During the Julia Child on PBS video, she explains that commercial pizza ovens typically have a surface made of tile or fire brick that prevents the pizzas from getting soggy bottoms. This is because baking the pizza dough on such a hot, porous surface allows it to develop a crust like bread. The high heat from the bricks allows moisture to evaporate quickly. This keeps the dough from retaining too much moisture and prevents homemade pizza from getting soggy.

The celebrity chef recommends buying fire brick splits, which are half the thickness of the type of bricks used to build fireplaces or fire pits. These bricks are usually used to line wood stoves, brick ovens, and outdoor pizza ovens, but Child says that you can also use tile. Though she doesn't specify what type of tile she means, you don't want to use any that have paint or glaze on them, as that could leach into your pizza dough. Fortunately, unfinished and unpainted clay tiles have high heat resistance and are relatively inexpensive to buy at a home improvement store.

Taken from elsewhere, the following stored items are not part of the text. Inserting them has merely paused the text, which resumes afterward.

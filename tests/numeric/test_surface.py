"""The engine against the direct sum, and what is derived from a surface."""

import numpy as np
import pytest
from hypothesis import given, settings
from hypothesis import strategies as st
from steadfield.algorithms.numeric import spectrum, surface
from steadfield.algorithms.numeric.errors import CancelledError, InputError
from steadfield.algorithms.numeric.grid import Grid
from steadfield.algorithms.numeric.kernels import KERNELS, kernel_named

BOTH = pytest.mark.parametrize("kernel", list(KERNELS))
ROUTES = pytest.mark.parametrize("route", ["cheapest", "spectrum", "windows"])


@pytest.fixture
def route(request, monkeypatch):
    """Force one route of the engine, so that small cases exercise each."""
    if request.param == "spectrum":
        monkeypatch.setattr(spectrum, "_window_cost", lambda band: 1e18)
    elif request.param == "windows":
        monkeypatch.setattr(spectrum, "_window_cost", lambda band: 0.0)
    return request.param


def clustered(seed, records, shape, cell=1.0, spread_factor=50.0, narrowest=0.8, outside=0.2):
    """Clustered records with bandwidths within a factor, some beyond the edge of the grid."""
    rng = np.random.default_rng(seed)
    grid = Grid(rng.uniform(-1e4, 1e4), rng.uniform(-1e4, 1e4), cell, *shape)
    centres = rng.uniform(-outside, 1 + outside, (3, 2))
    places = centres[rng.integers(0, 3, records)] + rng.normal(0, 0.1, (records, 2))
    x = grid.left + places[:, 0] * shape[1] * cell
    y = grid.top - places[:, 1] * shape[0] * cell
    bandwidths = cell * narrowest * spread_factor ** rng.uniform(0, 1, records)
    return x, y, rng.uniform(0, 2, records), bandwidths, grid


def peak_of(x, y, weights, bandwidths, grid, kernel, total):
    """Largest density on the grid or at a record, from the direct sum."""
    kernel = kernel_named(kernel)
    apart = np.square(x[:, None] - x) + np.square(y[:, None] - y)
    at_records = kernel.value(apart, bandwidths) @ weights
    return max(total.max(), at_records.max())


@BOTH
@settings(max_examples=60, deadline=None, derandomize=True)
@given(
    seed=st.integers(0, 2**32 - 1),
    records=st.sampled_from([1, 2, 20, 300]),
    rows=st.integers(1, 70),
    columns=st.integers(1, 70),
    cell=st.sampled_from([0.01, 1.0, 250.0]),
    narrowest=st.sampled_from([0.02, 0.5, 1.6, 6.0, 40.0]),
    factor=st.sampled_from([1.0, 1.3, 50.0]),
)
def test_agrees_with_direct_sum(kernel, seed, records, rows, columns, cell, narrowest, factor):
    case = clustered(seed, records, (rows, columns), cell, factor, narrowest)
    exact = surface.direct_surface(*case, kernel)
    fast = surface.adaptive_surface(*case, kernel)
    assert np.abs(fast - exact).max() <= 1e-4 * peak_of(*case, kernel, exact)


@pytest.mark.parametrize("route", ["spectrum", "windows"], indirect=True)
@pytest.mark.parametrize("shape", [(1, 90), (90, 1), (64, 64), (33, 120)])
def test_every_route_of_the_gaussian_agrees_with_direct_sum(route, shape):
    case = clustered(7, 400, shape, narrowest=1.6)
    exact = surface.direct_surface(*case)
    fast = surface.adaptive_surface(*case)
    assert np.abs(fast - exact).max() <= 1e-4 * exact.max()


@pytest.mark.parametrize("route", ["spectrum"], indirect=True)
@pytest.mark.parametrize("offset", [0.0, 0.25, 0.5])
def test_one_record_between_rungs_and_nodes_stays_within_the_bound(route, offset):
    # nothing averages out here: the worst case of ladder and spreading together
    grid = Grid(0, 200, 1.0, 200, 200)
    for bandwidth in (1.7, 2.1, 2.6, 5.0):
        x = np.array([100.0, 20.0, 20.0]) + offset
        y = np.array([100.0, 20.0, 20.0]) + offset
        widths = np.array([bandwidth, bandwidth / 1.24, bandwidth * 1.24])
        weights = np.array([1.0, 0.0, 0.0])
        exact = surface.direct_surface(x, y, weights, widths, grid)
        fast = surface.adaptive_surface(x, y, weights, widths, grid)
        assert np.abs(fast - exact).max() <= 1e-4 * exact.max()


@BOTH
def test_one_bandwidth_many_times_the_grid(kernel):
    case = clustered(11, 50, (40, 30), narrowest=300.0, spread_factor=5.0)
    exact = surface.direct_surface(*case, kernel)
    assert surface.adaptive_surface(*case, kernel) == pytest.approx(exact, rel=1e-4)


@BOTH
def test_quartic_and_gaussian_on_coarser_lattices_agree_at_the_rim(kernel):
    rng = np.random.default_rng(12)
    grid = Grid(0, 600, 1.0, 600, 600)
    x, y, h = rng.uniform(0, 600, 3), rng.uniform(0, 600, 3), np.array([60.0, 71.0, 97.0])
    exact = surface.direct_surface(x, y, 1.0, h, grid, kernel)
    fast = surface.adaptive_surface(x, y, 1.0, h, grid, kernel)
    assert np.abs(fast - exact).max() <= 1e-4 * exact.max()


@BOTH
def test_identical_records_make_one_kernel_of_their_weight(kernel):
    grid = Grid(0, 60, 1.0, 60, 60)
    x, y = np.full(500, 31.3), np.full(500, 28.9)
    total = surface.adaptive_surface(x, y, 1.0, 4.0, grid, kernel)
    single = surface.direct_surface([31.3], [28.9], 500.0, 4.0, grid, kernel)
    assert np.abs(total - single).max() <= 1e-4 * single.max()


@BOTH
def test_weights_of_both_signs_are_summed(kernel):
    x, y, _, bandwidths, grid = clustered(13, 300, (50, 50))
    weights = np.random.default_rng(14).normal(size=300)
    exact = surface.direct_surface(x, y, weights, bandwidths, grid, kernel)
    fast = surface.adaptive_surface(x, y, weights, bandwidths, grid, kernel)
    scale = surface.direct_surface(x, y, np.abs(weights), bandwidths, grid, kernel).max()
    assert exact.min() < 0
    assert np.abs(fast - exact).max() <= 1e-4 * scale


@BOTH
def test_a_surface_of_positive_weights_is_never_negative(kernel):
    case = clustered(15, 200, (120, 120), narrowest=1.6, spread_factor=8)
    assert surface.adaptive_surface(*case, kernel).min() >= 0


@BOTH
def test_no_records_in_reach_leave_zero(kernel):
    grid = Grid(0, 10, 1.0, 10, 10)
    far = surface.adaptive_surface([1e6], [1e6], 1.0, 2.0, grid, kernel)
    none = surface.adaptive_surface(np.empty(0), np.empty(0), 1.0, 2.0, grid, kernel)
    assert not far.any() and not none.any()


@BOTH
def test_squared_surface_is_the_sum_of_squared_kernels(kernel):
    x, y, weights, bandwidths, grid = clustered(16, 150, (60, 40))
    centre_x, centre_y = grid.centres()
    exact = np.zeros(grid.shape)
    for place_x, place_y, weight, bandwidth in zip(x, y, weights, bandwidths):
        apart = (centre_x - place_x) ** 2 + (centre_y - place_y) ** 2
        exact += (weight * kernel_named(kernel).value(apart, bandwidth)) ** 2
    fast = surface.squared_surface(x, y, weights, bandwidths, grid, kernel)
    assert np.abs(fast - exact).max() <= 1e-4 * exact.max()


@BOTH
@pytest.mark.parametrize("route", ["cheapest", "spectrum"], indirect=True)
def test_kernel_mass_is_the_transpose_of_the_surface(kernel, route):
    x, y, weights, bandwidths, grid = clustered(17, 200, (50, 64))
    mask = np.random.default_rng(18).uniform(0, 1, grid.shape)
    signed = weights - 0.5
    total = surface.adaptive_surface(x, y, signed, bandwidths, grid, kernel)
    held = surface.kernel_mass(x, y, bandwidths, mask, grid, kernel)
    assert (total * mask).sum() * grid.cell_area == pytest.approx(held @ signed, rel=1e-9)


def test_direct_surface_of_chosen_pixels_is_part_of_the_whole():
    case = clustered(19, 40, (20, 30))
    rows, columns = np.array([0, 7, 19]), np.array([29, 3, 11])
    whole = surface.direct_surface(*case)
    chosen = surface.direct_surface(*case, pixels=(rows, columns))
    assert chosen == pytest.approx(whole[rows, columns])


def test_effective_records_counts_equal_kernels_on_one_place():
    grid = Grid(0, 20, 1.0, 20, 20)
    x, y = np.full(7, 10.2), np.full(7, 9.7)
    total = surface.adaptive_surface(x, y, 3.0, 2.0, grid)
    squares = surface.squared_surface(x, y, 3.0, 2.0, grid)
    behind = surface.effective_records(total, squares)
    assert behind[10, 10] == pytest.approx(7, rel=1e-3)
    error = surface.relative_standard_error(total, squares)
    assert error[10, 10] == pytest.approx(7**-0.5, rel=1e-3)


def test_effective_records_of_unequal_weights_follow_kish():
    # Kish (1965): (1 + 1 + 2)^2 / (1 + 1 + 4)
    behind = surface.effective_records(np.array([[4.0, 0.0]]), np.array([[6.0, 0.0]]))
    assert behind.tolist() == [[pytest.approx(16 / 6), 0.0]]
    assert np.isnan(surface.relative_standard_error(np.zeros((1, 1)), np.zeros((1, 1)))).all()


def test_standard_error_matches_the_spread_over_poisson_patterns():
    # an inhomogeneous Poisson pattern with a sharp and a broad part, its kernels of two bandwidths
    rng = np.random.default_rng(20)
    grid = Grid(0, 40, 1.0, 40, 40)
    replicates, surfaces, variances = 400, [], []
    for _ in range(replicates):
        sharp, broad = rng.poisson(150), rng.poisson(300)
        x = np.concatenate([rng.normal(12, 2.5, sharp), rng.normal(24, 9, broad)])
        y = np.concatenate([rng.normal(28, 2.5, sharp), rng.normal(18, 9, broad)])
        bandwidths = np.repeat([2.0, 4.5], [sharp, broad])
        surfaces.append(surface.adaptive_surface(x, y, 1.0, bandwidths, grid))
        variances.append(surface.squared_surface(x, y, 1.0, bandwidths, grid))
    mean, spread = np.mean(surfaces, axis=0), np.std(surfaces, axis=0, ddof=1)
    stated = np.sqrt(np.mean(variances, axis=0))
    dense = mean > 0.1 * mean.max()
    ratio = stated[dense] / spread[dense]
    # one spread over 400 patterns is itself known to 1 / sqrt(800) = 3.5 %
    assert abs(np.median(ratio) - 1) < 0.03
    assert np.all(np.abs(ratio - 1) < 0.15) and np.mean(np.abs(ratio - 1) < 0.1) > 0.97


@pytest.mark.parametrize(
    ("change", "message"),
    [
        ({"bandwidths": 0.0}, "BANDWIDTH must be above 0; found 0.0"),
        ({"bandwidths": [1.0, np.nan]}, "BANDWIDTH"),
        ({"x": [0.0, np.inf]}, "1 values of x are not finite"),
        ({"weights": [1.0, np.nan]}, "1 values of weights"),
        ({"y": [0.0]}, "one length"),
        ({"kernel": "epanechnikov"}, "KERNEL"),
    ],
)
def test_unusable_arguments_are_refused_with_what_was_found(change, message):
    arguments = {"x": [0.0, 1.0], "y": [0.0, 1.0], "weights": 1.0, "bandwidths": 1.0}
    arguments = {**arguments, "grid": Grid(0, 2, 1.0, 2, 2), **change}
    with pytest.raises(InputError, match=message):
        surface.adaptive_surface(**arguments)


@BOTH
def test_cancelling_stops_and_progress_only_rises(kernel):
    case = clustered(21, 3000, (80, 80))
    seen = []
    surface.adaptive_surface(*case, kernel, seen.append)
    assert seen == sorted(seen) and seen[-1] == 1.0

    def stop(share):
        raise CancelledError

    with pytest.raises(CancelledError):
        surface.adaptive_surface(*case, kernel, stop)


def test_memory_estimate_covers_what_is_taken():
    import tracemalloc

    for shape, low, high, records in (
        ((500, 500), 1.6, 30.0, 20_000),
        ((900, 300), 20.0, 25.0, 100_000),
    ):
        rng = np.random.default_rng(22)
        grid = Grid(0, shape[0], 1.0, *shape)
        x, y = rng.uniform(0, shape[1], records), rng.uniform(0, shape[0], records)
        bandwidths = rng.uniform(low, high, records)
        needed = surface.memory_needed(grid, low, high, records)
        tracemalloc.start()
        surface.adaptive_surface(x, y, 1.0, bandwidths, grid)
        peak = tracemalloc.get_traced_memory()[1]
        tracemalloc.stop()
        assert 0.3 * needed < peak < needed + 60e6


def test_workable_cell_fits_and_one_step_finer_does_not():
    bounds = (0.0, 0.0, 50_000.0, 30_000.0)
    cell = surface.workable_cell(bounds, 100.0, 900.0, 5_000, 2e9)
    from steadfield.algorithms.numeric.grid import covering

    def needed(size):
        return surface.memory_needed(covering(bounds, size), 100.0, 900.0, 5_000)

    assert needed(cell) <= 2e9 < needed(surface.round_down(cell / 2))
    with pytest.raises(InputError, match="records do not fit"):
        surface.workable_cell(bounds, 100.0, 900.0, 10**9, 2e9)


def test_automatic_cell_is_round_fine_enough_and_bounded():
    assert surface.automatic_cell((0, 0, 1000, 1000), 45.0) == 20.0
    cell = surface.automatic_cell((0, 0, 1e5, 1e5), 3.0)
    assert cell == 50.0 and (1e5 / cell) ** 2 <= 4_000_000
    assert [surface.round_down(v) for v in (0.99, 1.0, 4.9, 5.0, 1999)] == [0.5, 1, 2, 5, 1000]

Using Julia Child's pizza method in your home oven

To make your stellar homemade pizza, Child recommends starting by putting the bricks on the middle rack of your oven and preheating them to 450 degrees Fahrenheit. Use Child's recipe and tips to make homemade pizza dough, and then assemble your pizza on your cedar shake. When your oven is preheated, transfer the pie from the cedar shake to the bricks by tilting it at about a 45-degree angle towards the bricks and pulling it out from under the pizza swiftly. The pizza will then bake directly on the fire bricks. You could even bake two pizzas at once by placing bricks on both oven racks.

To do this at home, purchase some fire brick splits at a home improvement store like Home Depot, where this six-pack of U.S. Stove Fire Bricks costs just $19. These six bricks can be assembled into an 18-inch by 13.5-inch surface, perfect for baking a 12-inch pizza. Alternatively, you could take a more modern route and invest in a pizza stone. This Hans Grill Pizza Stone is one of the highest-rated pizza stones on Amazon, and for just under $50 you will also get a wooden pizza peel.

While unfinished cedarwood can also be found at Home Depot, this New Star Foodservice Restaurant-Grade Wooden Pizza Peel on Amazon is certainly less expensive. Additionally, Child suggests using "the bottom of a drawer" if you don't have a cedar shake, but that might not be the most sanitary solution. Plus, you only want to use unpainted wood that isn't treated with varnish or sealant. Whatever you use, following Child's instructions will result in a delicious pie worthy of the "homemade" label.